96 In any event, the CFMEU should be taken to have ratified the conduct of Mr Close. Any principal may ratify the unauthorised act of its agent. While there is no evidence of express ratification, for example by a resolution of the CFMEU's National Executive, ratification may be implied by conduct. Conduct will be effective to ratify an unauthorised act where it is in terms sufficiently unqualified as to justify the inference that the principal intended to take responsibility for whatever transaction the agent entered on the principal's behalf, such as where the principal commences proceedings to enforce the contract effected by the agent: Halsbury's Laws of Australia [15-150]. Ratification can occur by the position taken in litigation: Bowstead and Reynolds on Agency (19th ed, 2010) ("Bowstead") [2-073]. The examples given in Bowstead include a letter before action and the bringing of proceedings. See, too Trident General Insurance Co Ltd v McNiece Bros Pty Ltd (1987) 8 NSWLR 270 at 282 per McHugh JA; Scott v Bagshaw (1999) 92 FCR 424; Alexander Ward & Co Ltd v Samyang Navigation Co Ltd [1975] 1 WLR 673 ("Alexander Ward").
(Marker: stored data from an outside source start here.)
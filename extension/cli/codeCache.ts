/**
 * Loading the command line's bundle (dist/cliMain.js, about 1.6 MB of JavaScript) with a V8 code cache, so a run
 * starts from the bytecode an earlier run compiled instead of parsing and compiling the bundle again.
 *
 * Why by hand: Node 22 has this built in (`module.enableCompileCache`), Node 20, which the tool supports, does not;
 * no npm package does it for a CommonJS bundle without hooking every `require`. What it saves: parsing the bundle
 * took ~33 ms of every run on the 2-core development machine, and compiling each function on its first call more
 * (README "Performance" has the measurement). The cache is made after the run (`createCachedData` then holds every
 * function the run compiled), once, and read by the runs after it.
 *
 * Where: one folder per user in the system's temporary folder (`residuum-code-cache-<uid>`, mode 0700, used only when
 * this user owns it and nobody else may write to it: code read from a cache is run). `RESIDUUM_CODE_CACHE=0` turns
 * the cache off; `RESIDUUM_CODE_CACHE=/some/dir` puts it there. A cache file is named by a hash of what makes it
 * valid: the bundle's bytes, the Node version and architecture, and the V8 flags of the process (V8 rejects a cache
 * made under other flags, and the launcher's child runs with flags of its own). A cache V8 rejects anyway is made
 * again. Every failure (no folder, a read-only disk, a damaged file) only means a run without the cache.
 */
import { createHash } from 'node:crypto';
import { mkdirSync, readdirSync, readFileSync, renameSync, statSync, unlinkSync, writeFileSync } from 'node:fs';
import Module from 'node:module';
import { tmpdir } from 'node:os';
import path from 'node:path';
import { Script } from 'node:vm';

/** What became of the cache in one load. */
export type CacheUse = 'off' | 'used' | 'made' | 'rejected';

/** The bundle's exports and what became of its cache. */
export interface LoadedBundle {
  exports: unknown;
  cache: CacheUse;
  /**
   * Write the cache now (when it was made or rejected; once): done when the process exits, so the cache holds every
   * function the run compiled. Never throws.
   */
  save(): void;
}

/** Node's CommonJS internals the loader needs (present in every Node version the tool supports). */
interface ModuleInternals {
  wrap(source: string): string;
  _nodeModulePaths(dir: string): string[];
  _resolveFilename(request: string, parent: NodeJS.Module): string;
}

/**
 * The cache folder for `env`: undefined when the cache is off or the folder cannot be used safely (not a folder,
 * another owner, writable by others).
 */
export function cacheFolder(env: NodeJS.ProcessEnv = process.env): string | undefined {
  const given = env.RESIDUUM_CODE_CACHE;
  if (given === '0') return undefined;
  const uid = typeof process.getuid === 'function' ? process.getuid() : undefined;
  const dir = given || path.join(tmpdir(), `residuum-code-cache-${uid ?? 'user'}`);
  try {
    mkdirSync(dir, { recursive: true, mode: 0o700 });
    const st = statSync(dir);
    if (!st.isDirectory()) return undefined;
    if (uid !== undefined && (st.uid !== uid || (st.mode & 0o022) !== 0)) return undefined;
    return dir;
  } catch {
    return undefined;
  }
}

/** The cache file's name for a bundle: its base name and a hash of the bundle, the runtime and the V8 flags. */
export function cacheName(file: string, source: string, execArgv: readonly string[] = process.execArgv): string {
  const key = createHash('sha256')
    .update(source).update('\0').update(`${process.version} ${process.arch}`).update('\0').update(execArgv.join(' '))
    .digest('hex').slice(0, 24);
  return `${path.basename(file)}.${key}.v8cache`;
}

/**
 * Run the CommonJS bundle `file` as Node's `require` would (its own `module`, `exports`, `require`, `__filename`,
 * `__dirname`) and return its exports, using and making a code cache (see the file comment).
 * @param options.folder the cache folder (default {@link cacheFolder}; null: no cache)
 * @param options.flags V8 flags set at run time (`v8.setFlagsFromString`) before this load: part of the cache's name,
 *   as the process's own flags are
 */
export function loadBundle(file: string, options: { folder?: string | null; flags?: readonly string[] } = {}): LoadedBundle {
  const source = readFileSync(file, 'utf8');
  const folder = options.folder === undefined ? cacheFolder() ?? null : options.folder;
  const cacheFile = folder !== null ? path.join(folder, cacheName(file, source, [...process.execArgv, ...(options.flags ?? [])])) : undefined;
  let cachedData: Buffer | undefined;
  if (cacheFile !== undefined) {
    try { cachedData = readFileSync(cacheFile); } catch { /* none yet */ }
  }
  const internals = Module as unknown as ModuleInternals;
  const script = new Script(internals.wrap(source), { filename: file, cachedData });
  const mod = new Module(file, module);
  mod.filename = file;
  mod.paths = internals._nodeModulePaths(path.dirname(file));
  const req = ((id: string) => mod.require(id)) as NodeJS.Require;
  req.resolve = ((request: string) => internals._resolveFilename(request, mod)) as NodeJS.RequireResolve;
  req.main = require.main;
  req.cache = require.cache;
  const cache: CacheUse = cacheFile === undefined ? 'off' : cachedData === undefined ? 'made' : script.cachedDataRejected ? 'rejected' : 'used';
  let pending = cacheFile !== undefined && cache !== 'used';
  const save = (): void => {
    if (!pending || cacheFile === undefined) return;
    pending = false;
    writeCache(cacheFile, script, `${path.basename(file)}.`);
  };
  // After the run: the data then holds every function the run compiled, not only the bundle's top level.
  if (pending) process.once('exit', save);
  (script.runInThisContext() as (...a: unknown[]) => void).call(mod.exports, mod.exports, req, mod, file, path.dirname(file));
  mod.loaded = true;
  return { exports: mod.exports, cache, save };
}

/**
 * Write the script's cache data atomically (a temporary file renamed), then drop caches of the same bundle (name
 * starting with `prefix`) unused for a day: those of earlier builds, which no run needs again.
 */
function writeCache(cacheFile: string, script: Script, prefix: string): void {
  try {
    const tmp = `${cacheFile}.${process.pid}.tmp`;
    writeFileSync(tmp, script.createCachedData(), { mode: 0o600 });
    renameSync(tmp, cacheFile);
    const dir = path.dirname(cacheFile);
    for (const f of readdirSync(dir)) {
      const other = path.join(dir, f);
      if (other === cacheFile || !f.startsWith(prefix) || !f.endsWith('.v8cache')) continue;
      try { if (Date.now() - statSync(other).atimeMs > STALE_MS) unlinkSync(other); } catch { /* gone already */ }
    }
  } catch {
    // a read-only or full disk: the next run goes without the cache, as this one would have
  }
}

/** A cache file not read for this long is taken to belong to an old build and deleted when a new one is written. */
const STALE_MS = 86_400_000;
97 Rule 31 of the National Rules entitled the National Secretary, the National President or National Assistant Secretary (or their delegates) to bring and defend proceedings on behalf of the union. These are the very office bearers who are authorised by r 30 to execute any agreement without qualification. The CFMEU appeared both in FWA and in this Court to maintain the validity of the agreement and to support the conduct of Mr Close. If, contrary to the opinions I have expressed and the conclusions reached below, he did not have authority to sign the agreements, the positions taken by the CFMEU in the litigation relating to the approval of the agreements and in this proceeding operated to ratify his acts. The effect of ratification is that the agreements are valid ab initio: Alexander Ward at 678, 683. The agreements were therefore made on the days they were signed and there can be no question that the Senior Deputy President had jurisdiction to approve them. In Re Construction, Forestry Mining Energy Union, Ex parte WJ Deane & Sons Pty Limited (1994) 181 CLR 539 the Full Court of the High Court explained:
There is authority for the proposition that, where an act is done in the name of or on behalf of another ("the principal") by a person who has no authority to do that act, the principal, by ratifying the act, may make it as valid and effectual as if it had been originally done with the principal's authority, whether the person doing the act was exceeding his or her authority or had no authority at all. Central to the proposition is the retrospective or retroactive effect of the ratification; the act done is put in the same position as if it had been authorized antecedently.
[Citations omitted.]
98 As the authors of Bowstead put it (at [2-048]), ratification should be regarded as providing a normal case of agency but one in which the intention of the parties is given effect to retrospectively. Ratification must occur within a time that is reasonable in all the circumstances. Here, it appears the AWU's position was made known to the parties within a couple of weeks of the signing of the agreements and ever since the CFMEU has stood by them.